Many variations of the term Wiñoy Tripantu exist, such as Wiñol xipantu, Wvñol xipantu, Wiñol Txipantu and Wüñoy Tripantü.

It is the Mapuche equivalent to the Inti Raymi. The Pachamama (Quechua tr: Mother Earth), Nuke Mapu (uke' Mapu) begins to bloom fertilized by Sol, from the Andean heights to the southern tip. Antü (mapuche), Inti (Aymara), or Rapa (rapanui) Sol, the sun starts to come back to earth, after the longest night of the year; it's winter Solstice.
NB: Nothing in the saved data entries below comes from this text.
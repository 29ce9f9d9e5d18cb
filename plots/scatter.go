package plots

import (
	"errors"
	"fmt"
	"math"
	"slices"
)

// ScatterPlanSpec is what ScatterPlan draws: where the samples of a scatter landed on
// the plan of a deck. Places are in m, as those of the deck are.
type ScatterPlanSpec struct {
	Deck    DeckPlanSpec   // with the title; its Releases and Paths are not looked at
	Foot    Point          // of the plumb line under the release
	NoFoot  bool           // there is no single release: Foot is not looked at
	Median  *Point         // of the landings; nil without any
	Groups  []ScatterGroup // at most MostDots places in all
	Landed  int            // how many landings there are, drawn or not
	Ellipse *PlanEllipse   // nil: none
	Contour [][]Point      // closed outlines; of one with Line a stretch
	Line    bool           // the contour is a stretch of a line
	Words   []string       // figures, beside the plan
}

// ScatterGroup is landings of one kind, such as those on one surface.
type ScatterGroup struct {
	Name   string // with its figures
	Places []Point
}

// PlanEllipse is an ellipse on a plan.
type PlanEllipse struct {
	Centre       Point   // m
	Major, Minor float64 // m, semi-axes
	Angle        float64 // rad, of the major axis, from spinward toward +axial
}

// MostDots is how many landings can be drawn: more would run into one another. The first
// samples stand for the others; every second or third would not, of samples that are
// spread by a rule.
const MostDots = 3000

func (s ScatterPlanSpec) check() error {
	if err := s.Deck.check(); err != nil {
		return err
	}
	if err := checkPlaces([]Point{s.Foot}, s.Median); err != nil {
		return err
	}
	n := 0
	for _, g := range s.Groups {
		if err := checkPlaces(g.Places); err != nil {
			return fmt.Errorf("group %q: %w", g.Name, err)
		}
		n += len(g.Places)
	}
	if n > MostDots {
		return fmt.Errorf("%d landings are too many to draw", n)
	}
	for _, c := range s.Contour {
		if err := checkPlaces(c); err != nil {
			return fmt.Errorf("contour: %w", err)
		}
	}
	if e := s.Ellipse; e != nil && (!sane(e.Centre) || !sane(Point{e.Major, e.Minor}) || !finite(e.Angle) || e.Major < 0 || e.Minor < 0) {
		return errors.New("the ellipse cannot be drawn")
	}
	return nil
}

// ScatterPlan draws the landings of a scatter on the plan of a deck at true scale: a
// mark each, shapes telling groups apart, the ellipse and the contour as lines.
func ScatterPlan(spec ScatterPlanSpec) (*Figure, error) {
	d := &spec.Deck
	d.Releases, d.Paths = nil, nil
	head := headline{d.Title, d.Desc, d.Notes, d.Spin}
	if err := errors.Join(head.check(), spec.check()); err != nil {
		return nil, fmt.Errorf("plan of a scatter: %w", err)
	}
	s := scatterPlan{plan: plan{spec: spec.Deck}, of: spec}
	s.arrange()
	return newFigure(d.Title, d.Desc, s.w, s.h, s.paint)
}

// outline gives the ellipse as a closed polyline.
func (e *PlanEllipse) outline() []Point {
	const corners = 96 // within 0.05 % of the major axis of the curve
	out := make([]Point, corners+1)
	for i := range out {
		sin, cos := math.Sincos(2 * math.Pi * float64(i) / corners)
		out[i] = Point{e.Major * cos, e.Minor * sin}.turned(e.Angle).add(e.Centre)
	}
	return out
}

// shownShare is the share of the landings that the plan must show, along each axis: a
// few far off would shrink the others to a spot.
const shownShare = 0.99

// matters is the part of the plan with the foot, the outlines and nearly all landings.
func (s *scatterPlan) matters() (a area) {
	if !s.of.NoFoot {
		a.add(s.of.Foot)
	}
	if e := s.of.Ellipse; e != nil {
		a.add(e.outline()...)
	}
	for _, c := range s.of.Contour {
		a.add(c...)
	}
	var x, y []float64
	for _, g := range s.of.Groups {
		for _, p := range g.Places {
			x, y = append(x, p.X), append(y, p.Y)
		}
	}
	if len(x) > 0 {
		slices.Sort(x)
		slices.Sort(y)
		low := int(float64(len(x)) * (1 - shownShare) / 2)
		high := len(x) - 1 - low
		a.add(Point{x[low], y[low]}, Point{x[high], y[high]})
	}
	return a
}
Everything starts to bloom again.

Wiñoy Tripantu is celebrated with a ceremony on the shortest day of the year, during which various families or even various communities may come together to celebrate communally. All members of the community have a participatory role in the ceremony, which may involve songs, dances, a communal meal, and offerings to the land. Typically, a wood fire is lit, which traditionally is kept burning until sunrise the following day. Elders of the family or community tell stories with philosophical, cultural, and political undertones, as a method of transmitting Mapuche culture and history from one generation to the next. The ceremony ends with a communal breakfast.

Although Wiñoy Tripantu has been celebrated in Wallmapu (now southern Argentina and Chile) for centuries, it has seen a particular revival since the late twentieth century, associated with a broader revival of Mapuche cultural practices and land claims.

References 

Mapuche culture
Winter events in Argentina
Winter events in Chile
Winter holidays (Southern Hemisphere)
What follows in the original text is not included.